According to new data from the North American COVID-19 STEMI registry, underrepresented groups were more likely to test positive for COVID-19 when presented with STEMI.
Underrepresented Groups more likely to have STEMI and COVID-19 at the same time, and groups with COVID-19 are more likely to experience adverse hospital outcomes. The infographic content was adapted from Garcia S, et al. J Am Coll Cardiol. 2021; doi: 10.1016 / j.jacc.2021.02.055.
As Healio previously reported, initial results from the North American COVID-19 STEMI (NACMI) registry presented at the virtual TCT Connect showed a 30% to 50% reduction in patients with STEMI and other CV problems in the Hospital treated. The data, updated December 6, 2020, was published in the Journal of the American College of Cardiology.

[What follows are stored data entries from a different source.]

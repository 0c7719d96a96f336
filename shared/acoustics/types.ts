/**
 * The words the arithmetic speaks. Levels are dB (A-weighted unless a name says otherwise), durations minutes,
 * doses and shares percent. `null` means "not known" and is never read as zero.
 */

/** Octave-band mid frequencies of every spectrum and attenuation here, Hz. The 63 Hz band may be absent. */
export const OCTAVE_BANDS_HZ = [63, 125, 250, 500, 1000, 2000, 4000, 8000] as const;

/** One value per band of `OCTAVE_BANDS_HZ`; only the first (63 Hz) may be null. */
export type OctaveBandValues = readonly [
  number | null,
  number,
  number,
  number,
  number,
  number,
  number,
  number,
];

export type Weighting = "A" | "C" | "Z";

/** Settings under which a dose or an average was taken. `thresholdDb` null: no threshold. */
export interface MeterSettings {
  readonly criterionLevelDb: number;
  readonly exchangeRateDb: number;
  readonly thresholdDb: number | null;
  readonly weighting: Weighting;
  readonly response: "slow" | "fast" | "none";
}

/**
 * What a level is an average of: the energy mean (LAeq), an exchange-rate mean under its settings (LAVG), or a level
 * that hardly moves, read on slow, which serves every rule.
 */
export type LevelMetric =
  | { readonly kind: "laeq" }
  | { readonly kind: "lavg"; readonly settings: MeterSettings }
  | { readonly kind: "steady" };

export interface PeakLevel {
  readonly levelDb: number;
  readonly weighting: Weighting;
}

/** How well a level is known, best first. */
export type Grade = "measured-worker" | "measured-group" | "task-level" | "estimate";

export type InstrumentClass = "class-1-meter" | "class-2-meter" | "dosimeter";

/** How a level was measured: task by task, by samples over a job, or over whole days. */
export type SurveyStrategy = "task" | "job" | "full-day";

/** The noise of one task. */
export interface TaskLevel {
  /** The record this level comes from; shown in the working. */
  readonly revisionId: string | null;
  readonly metric: LevelMetric;
  readonly levelDb: number;
  /** LC − LA of the task's noise. */
  readonly lcMinusLaDb: number | null;
  /** Unweighted octave-band levels of the task's noise. */
  readonly octaveBandsDb: OctaveBandValues | null;
  readonly lasMaxDb: number | null;
  readonly peak: PeakLevel | null;
  /** Samples behind the level, for the sampling part of the uncertainty. Empty: not sampled. */
  readonly samplesDb: readonly number[];
  readonly instrument: InstrumentClass | null;
  readonly grade: Grade;
  /** Strategy of the survey behind the samples; absent: task by task. */
  readonly strategy?: SurveyStrategy;
  /** The officer's reasons for samples, or too few of them, that count all the same; absent: none. */
  readonly keptReasons?: readonly string[];
  /** EN 458's type of an impulse noise: 1 mostly low, 2 middle and high, 3 high frequencies. Absent: not said. */
  readonly impulseType?: 1 | 2 | 3 | null;
}

export type ProtectorKind =
  | "earmuff"
  | "helmet-earmuff"
  | "foam-plug"
  | "premoulded-plug"
  | "custom-plug"
  | "banded-plug"
  | "level-dependent"
  | "active-earmuff"
  | "active-plug"
  | "communication-headset";

/** Real-ear attenuation by octave band: mean and standard deviation over the test subjects, dB. */
export interface BandAttenuation {
  readonly meanDb: OctaveBandValues;
  readonly sdDb: OctaveBandValues;
}

/** Test frequencies of the US label, Hz. @source epa-40-cfr-211 211.206 */
export const US_LABEL_HZ = [125, 250, 500, 1000, 2000, 3150, 4000, 6300, 8000] as const;

/** Real-ear attenuation at `US_LABEL_HZ`: mean and standard deviation, dB. */
export interface UsLabelAttenuation {
  readonly meanDb: readonly number[];
  readonly sdDb: readonly number[];
}

/** A percentile rating pair off the label, dB: what most users (80 %) and what few (20 %) reach or pass. */
export interface PercentileRating {
  readonly mostDb: number;
  readonly fewDb: number;
}

/** The electronic part of an active protector, apart from its cup or plug. */
export interface ActivePart {
  /** Active attenuation by band from the device's test report, dB; negative where it adds noise. */
  readonly attenuationDb: OctaveBandValues | null;
  /** Canceller's delay (s) and gain (1 = perfect), where the report gives these instead of bands. */
  readonly delayS: number | null;
  readonly gain: number | null;
  readonly maximumDb: number | null;
  readonly bandwidthHz: number | null;
  /** Outside level (dB(A)) above which the active part saturates and gets no credit. */
  readonly saturatesAboveDb: number | null;
  readonly batteryMin: number | null;
}

export interface ProtectorData {
  readonly modelId: string;
  readonly revisionId: string | null;
  readonly name: string;
  readonly kind: ProtectorKind;
  /** US single-number rating of the label, dB. */
  readonly usRatingDb: number | null;
  readonly snrDb: number | null;
  readonly hDb: number | null;
  readonly mDb: number | null;
  readonly lDb: number | null;
  readonly slc80Db: number | null;
  readonly bands: BandAttenuation | null;
  readonly active: ActivePart | null;
  /** Absent or null: not stated. */
  readonly percentile?: PercentileRating | null;
  readonly usLabel?: UsLabelAttenuation | null;
  /** By test subject, each the mean of the subject's trials, for ratings by the standard's later edition. */
  readonly subjectsDb?: readonly OctaveBandValues[] | null;
}

/** One protector, or two worn together, as assigned for a use. */
export interface Protection {
  readonly assignmentId: string | null;
  readonly inner: ProtectorData;
  readonly outer: ProtectorData | null;
  /** Test data of the two worn together, where the maker gives them. */
  readonly combinationBands: BandAttenuation | null;
  /** The worker's own measured attenuation (PAR), dB, with the confidence it is stated at. */
  readonly ownFitDb: number | null;
  readonly activeCheckPassed: boolean;
  /** ISO date of the check that says so. Absent: no check, or a day that is not stored. */
  readonly activeCheckedOn?: string;
  /** A-weighted level of a radio or signal under the cup while it is worn, dB. Absent or null: none. */
  readonly audioDb?: number | null;
}

export type Zone = "none" | "single" | "double";

/** What rounds, or people themselves, say of a wearing time that the shift leaves blank. */
export interface WearingLooks {
  readonly source: "round" | "own-report";
  /** The latest of them, and how many there are. */
  readonly roundId: string;
  /** ISO date. */
  readonly lastOn: string;
  readonly roundCount: number;
  readonly wornCount: number;
  readonly seenCount: number;
}

/** Where a share worn comes from. */
export type WornFrom =
  | { readonly how: "stated" }
  | { readonly how: "looks"; readonly looks: readonly WearingLooks[] };

/** One task of a shift. */
export interface TimedTask {
  readonly id: string;
  readonly taskId: string;
  readonly name: string;
  readonly durationMin: number;
  readonly level: TaskLevel | null;
  readonly zone: Zone;
  readonly protection: Protection | null;
  /** Share of the task for which the protector is worn; null: not known. */
  readonly wornPct: number | null;
  /** True where the share is one figure for the whole shift and not the task's own. */
  readonly wornIsShiftWide: boolean;
  /** Absent where nobody knows, and in results of a time when it was not kept. */
  readonly wornFrom?: WornFrom;
  /** Standard uncertainty of the duration, minutes. Absent where the recorded minutes are the day itself. */
  readonly durationUncertaintyMin?: number;
}

export type Unaccounted =
  | { readonly how: "unknown" }
  | { readonly how: "like-the-rest" }
  | { readonly how: "quiet"; readonly levelDb: number };

/** Time within a run that its reading leaves out, minutes, and how it was. */
export type LeftOut = Unaccounted & { readonly minutes: number };

/** A dosimeter's statement about a shift, under its settings. */
export interface ReadingInput {
  readonly id: string;
  readonly runId: string;
  readonly settings: MeterSettings;
  /** Run time of the instrument, minutes, without what is left out. */
  readonly durationMin: number;
  /** Absent: nothing is left out. It is no silence: unknown, the reading proves what it holds and nothing more. */
  readonly leftOut?: LeftOut;
  readonly dosePct: number | null;
  /** LAVG under `settings`, or LAeq where the exchange rate is 3 and there is no threshold. */
  readonly averageDb: number | null;
  readonly lceqDb: number | null;
  readonly lasMaxDb: number | null;
  readonly peak: PeakLevel | null;
  /** `shift`: it covers the shift; `projected`: the officer says the rest was like it; `part`: only evidence. */
  readonly covers: "shift" | "projected" | "part";
  readonly instrument: InstrumentClass;
  /** Why it counts in spite of a failed field check; null when it passed. */
  readonly keptReason: string | null;
}

export interface ShiftInput {
  readonly id: string;
  readonly revisionId: string | null;
  /** Elapsed minutes. */
  readonly lengthMin: number;
  readonly tasks: readonly TimedTask[];
  readonly unaccounted: Unaccounted;
  readonly readings: readonly ReadingInput[];
}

“The NACMI registry was designed prospectively … as a researcher-initiated collaboration that includes three North American societies (Society for Cardiovascular Angiography and Interventions, Canadian Association for Interventional Cardiology, and Intervention Council of the American College of Cardiology) and 64 clinical sites. Date,” Santiago Garcia, MD, Associate Interventional Cardiologist at the Minneapolis Heart Institute and Associate Professor of Medicine at the University of Minnesota, and colleagues wrote. “Because we saw a significant decrease in cardiac catheterization lab activations for STEMI in the US at the onset of the COVID-19 pandemic, the NACMI registry was intentionally designed to allow all STEMI patients regardless of the modality of revascularization and the use of invasive angiography are recorded. “
For the present analysis, the researchers divided patients into patients with STEMI and confirmed COVID-19 (n = 230), patients with STEMI and suspected COVID-19 infection (n = 495), and age- and sex-matched patients with STEMI who treated from 2015 to 2019, which served as a control (n = 460). The primary outcome was a composite endpoint that included death, stroke, recurrent MI, or recurrent unplanned revascularization in the hospital.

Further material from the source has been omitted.